Exercise requirements | Copy nothing from the entries below except the lines from the one containing "a bound on the glyphs" through the one containing "from logbook.analysis.results import", and copy those exactly.

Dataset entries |

=== Section Start ===

"""Charts of the HTML plan as inline SVG: one trend chart per planned pump and the shop load per month.

Written directly as SVG text (no plotting library, no figure per pump): the chart
writer ``chart_svg`` draws what it is given, precomputed arrays in a ``ChartData``
(days on a calendar axis, the P10/P50/P90 value bands along them, the readings, the
limit and the crossing dates), and ``charts_data`` is the one place that says what a
pump's forecast puts on its chart. ``shop_load_svg`` draws the plan's shop jobs per
month against the shop's capacity. The output is deterministic (the same data give the
same bytes); ids carry a prefix so several charts share one HTML page; text stays text.

Labels never overlap: the width of a label is estimated from its length (``text_width``,
a bound on the glyphs of the sans-serif faces a browser prints with), month ticks are
spaced so that their labels fit, the P10/P50/P90 labels are stacked when their dates lie
close, and the legend sits in its own row under the plot, clear of the limit line.
"""

from __future__ import annotations

import math
from collections.abc import Sequence
from dataclasses import dataclass, field
from datetime import date
from html import escape

import numpy as np

from logbook.analysis.results import KindForecast
from logbook.units import from_canonical

WIDTH, HEIGHT = 600, 236  # px (6.25 x 2.5 in at 96 px an inch: fits A4 and Letter between 10 mm margins)
TICK_FONT, LABEL_FONT, TITLE_FONT, LEGEND_FONT = 9, 9, 10, 8
BAND_COLOUR, PATH_COLOUR, READING_COLOUR, ASIDE_COLOUR, LIMIT_COLOUR, NOW_COLOUR = (
    "#9ecae1", "#08519c", "#252525", "#cb181d", "#cb181d", "#737373")
BAR_COLOUR, OVER_COLOUR = "#6baed6", "#cb181d"
#: Width of one character as a share of the font size: a bound on the digits, capitals and
#: lower-case letters of DejaVu Sans and Liberation Sans (the widest, "m" and "W", excepted),
#: measured from their advance widths (common practice, no published source).
CHAR_EM = 0.64
GAP = 4.0  # px kept free between two labels


def text_width(text: str, size: float) -> float:
    """Estimated width in px of ``text`` at font size ``size`` (``CHAR_EM`` per character)."""
    return len(text) * size * CHAR_EM


@dataclass(frozen=True)
class ChartData:
    """What one trend chart shows, as arrays; x values are day ordinals (``date.toordinal``)."""

    x: np.ndarray  # days along which the bands are drawn
    p10: np.ndarray  # value bands along ``x``: the lower edge ...
    p50: np.ndarray  # ... the middle line ...
    p90: np.ndarray  # ... and the upper edge
    readings_x: np.ndarray  # the day of each reading
    readings_y: np.ndarray
    used: np.ndarray  # bool per reading; False: set aside
    limit: float | None
    now: float  # today
    crossings: tuple[tuple[str, float], ...]  # ("P10", day), ... the dates the forecast gives for the limit
    y_label: str
    middle_label: str = "trend"
    band_label: str = "80 % band"
    notes: tuple[str, ...] = field(default_factory=tuple)  # said under the chart (figcaption)


def chart_data(kf: KindForecast, today: date, per_day: float | None = None, unit: str | None = None) -> ChartData | None:
    """What a pump's forecast of one kind puts on its chart; None when there is no fit or no date to draw."""
    return charts_data([kf], today, [per_day], units=[unit])[0]


def _rate(per_day: float | None) -> float | None:
    return per_day if per_day is not None and math.isfinite(per_day) and per_day > 0 else None


def ahead_rate(kf: KindForecast, today: date, per_day: float | None) -> float | None:
    """Hours a day the chart runs at after today: the forecast's own, from its P50 hours and P50
    date (the median then meets the limit on the P50 date of the tables, whatever season or
    parking the engine allowed for), else the machine's hours a day; None when neither is known."""
    if kf.p50_hours is not None and kf.p50_date is not None and math.isfinite(kf.p50_hours) and kf.p50_hours > 0:
        days = kf.p50_date.toordinal() - today.toordinal()
        if days > 0:
            return kf.p50_hours / days
    return _rate(per_day)


def _grid(kf: KindForecast, per_day: float | None) -> tuple[np.ndarray, float]:
    """(hours along the chart, hours today) of one forecast with a fit: from its first reading to past
    the last crossing it has a date for (to today when the machine's hours a day are not known)."""
    x = np.asarray(kf.fit.x_hours, float)
    now = kf.hours_in_segment if kf.hours_in_segment is not None else float(x.max())
    ahead = [h for h, d in ((kf.p10_hours, kf.p10_date), (kf.p50_hours, kf.p50_date), (kf.p90_hours, kf.p90_date))
             if h is not None and d is not None and math.isfinite(h)] if _rate(per_day) else []
    first, last = float(x.min()), max([float(x.max()), float(now)] + [now + h for h in ahead])
    span = (last - first) or 1.0
    return np.linspace(first, last + 0.05 * span, 80), float(now)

=== Section End ===

Answer for the task |
a bound on the glyphs of the sans-serif faces a browser prints with), month ticks are
spaced so that their labels fit, the P10/P50/P90 labels are stacked when their dates lie
close, and the legend sits in its own row under the plot, clear of the limit line.
"""

from __future__ import annotations

import math
from collections.abc import Sequence
from dataclasses import dataclass, field
from datetime import date
from html import escape

import numpy as np

from logbook.analysis.results import KindForecast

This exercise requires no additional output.